*The input*
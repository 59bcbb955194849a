package eiv

import "math"

// yorkJackNodes is the number of slopes at which jackStarts gathers the
// full data's sums.
const yorkJackNodes = 6

// jackStarts predicts the slope of every leave-one-out York fit, writing
// it to starts, from passes over the full data alone: York's map without
// point i is that of the full sums less point i's own terms, which cost
// O(1). The full sums are gathered about the full fit's centroid (cx, cy)
// at its slope b and at yorkJackNodes Chebyshev nodes of the slope on an
// interval that holds every refit's slope; between the nodes they are
// interpolated (barycentric form; each sum is a smooth function of the
// slope, analytic far beyond the interval, so the error falls like the
// interval's width to the power of the nodes: about 1e-12 of the slope
// when the refits move it by 1 %). A secant on each refit's map then
// finds its fixed point. The refits still iterate from these starts on
// their own data to the same tolerance, so a start costs passes, never
// accuracy: a start that is not finite or lies outside the interval is
// replaced by b. It returns false (starts untouched) when a pass fails.
func jackStarts(x, y, sx, sy, r []float64, cx, cy, b float64, starts []float64) bool {
	n := len(x)
	full, err := yorkPassAll(x, y, sx, sy, r, cx, cy, b)
	if err != nil {
		return false
	}
	// The plain step of each refit from b: how far the refits move.
	var reach float64
	for i := range n {
		p, ok := pointSums(x, y, sx, sy, r, i, cx, cy, b)
		if !ok {
			return false
		}
		g, _, _, _ := full.minus(p).step()
		if !allFinite(g) {
			return false
		}
		starts[i] = g
		reach = max(reach, math.Abs(g-b))
	}
	if reach == 0 {
		for i := range starts[:n] {
			starts[i] = b
		}
		return true
	}
	h := 3 * reach
	var nodes, weights [yorkJackNodes]float64
	var sums [yorkJackNodes]yorkSums
	for k := range yorkJackNodes {
		th := math.Pi * (float64(k) + 0.5) / yorkJackNodes
		nodes[k] = b + h*math.Cos(th)
		weights[k] = math.Sin(th)
		if k%2 == 1 {
			weights[k] = -weights[k]
		}
		sums[k], err = yorkPassAll(x, y, sx, sy, r, cx, cy, nodes[k])
		if err != nil {
			return false
		}
	}
	model := func(i int, t float64) (float64, bool) {
		// Barycentric interpolation of the full sums at t, less point i.
		var s yorkSums
		var den float64
		var c [yorkJackNodes]float64
		for k := range yorkJackNodes {
			if t == nodes[k] {
				s = sums[k]
				den = 0
				break
			}
			c[k] = weights[k] / (t - nodes[k])
			den += c[k]
		}
		if den != 0 {
			for k := range yorkJackNodes {
				s = s.plus(sums[k].scaled(c[k] / den))
			}
		}
		p, ok := pointSums(x, y, sx, sy, r, i, cx, cy, t)
		if !ok {
			return 0, false
		}
		g, _, _, _ := s.minus(p).step()
		return g - t, allFinite(g)
	}
	for i := range n {
		// Secant on f(t) = g_i(t) − t from t = b, where f is known exactly,
		// and the plain step's slope.
		t0, f0 := b, starts[i]-b
		t1 := starts[i]
		start := b
		for range 12 {
			f1, ok := model(i, t1)
			if !ok || f1 == f0 {
				break
			}
			t2 := t1 - f1*(t1-t0)/(f1-f0)
			if !allFinite(t2) || math.Abs(t2-b) > 2*h {
				break
			}
			start = t2
			if math.Abs(t2-t1) <= 1e-15*math.Abs(t2) {
				break
			}
			t0, f0, t1 = t1, f1, t2
		}
		starts[i] = start
	}
	return true
}

// pointSums are the sums of York's pass of point i alone.
func pointSums(x, y, sx, sy, r []float64, i int, cx, cy, b float64) (yorkSums, bool) {
	var s yorkSums
	var err error
	if r == nil {
		s, err = yorkPass(x[i:i+1], y[i:i+1], sx[i:i+1], sy[i:i+1], cx, cy, b)
	} else {
		s, err = yorkPassR(x[i:i+1], y[i:i+1], sx[i:i+1], sy[i:i+1], r[i:i+1], cx, cy, b)
	}
	return s, err == nil
}

// minus removes the sums of a part of the data.
func (s yorkSums) minus(o yorkSums) yorkSums {
	return yorkSums{s.w - o.w, s.wx - o.wx, s.wy - o.wy, s.num - o.num, s.den - o.den,
		s.a - o.a, s.aX - o.aX, s.aY - o.aY, s.g - o.g, s.gX - o.gX, s.gY - o.gY}
}

// scaled multiplies every sum by c.
func (s yorkSums) scaled(c float64) yorkSums {
	return yorkSums{s.w * c, s.wx * c, s.wy * c, s.num * c, s.den * c,
		s.a * c, s.aX * c, s.aY * c, s.g * c, s.gX * c, s.gY * c}
}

*Work to complete*
The reply should consist solely of the lines above from the one that has "th := math.Pi" through the one that has "plain step's slope.", reproduced exactly.

*Answer section*
		th := math.Pi * (float64(k) + 0.5) / yorkJackNodes
		nodes[k] = b + h*math.Cos(th)
		weights[k] = math.Sin(th)
		if k%2 == 1 {
			weights[k] = -weights[k]
		}
		sums[k], err = yorkPassAll(x, y, sx, sy, r, cx, cy, nodes[k])
		if err != nil {
			return false
		}
	}
	model := func(i int, t float64) (float64, bool) {
		// Barycentric interpolation of the full sums at t, less point i.
		var s yorkSums
		var den float64
		var c [yorkJackNodes]float64
		for k := range yorkJackNodes {
			if t == nodes[k] {
				s = sums[k]
				den = 0
				break
			}
			c[k] = weights[k] / (t - nodes[k])
			den += c[k]
		}
		if den != 0 {
			for k := range yorkJackNodes {
				s = s.plus(sums[k].scaled(c[k] / den))
			}
		}
		p, ok := pointSums(x, y, sx, sy, r, i, cx, cy, t)
		if !ok {
			return 0, false
		}
		g, _, _, _ := s.minus(p).step()
		return g - t, allFinite(g)
	}
	for i := range n {
		// Secant on f(t) = g_i(t) − t from t = b, where f is known exactly,
		// and the plain step's slope.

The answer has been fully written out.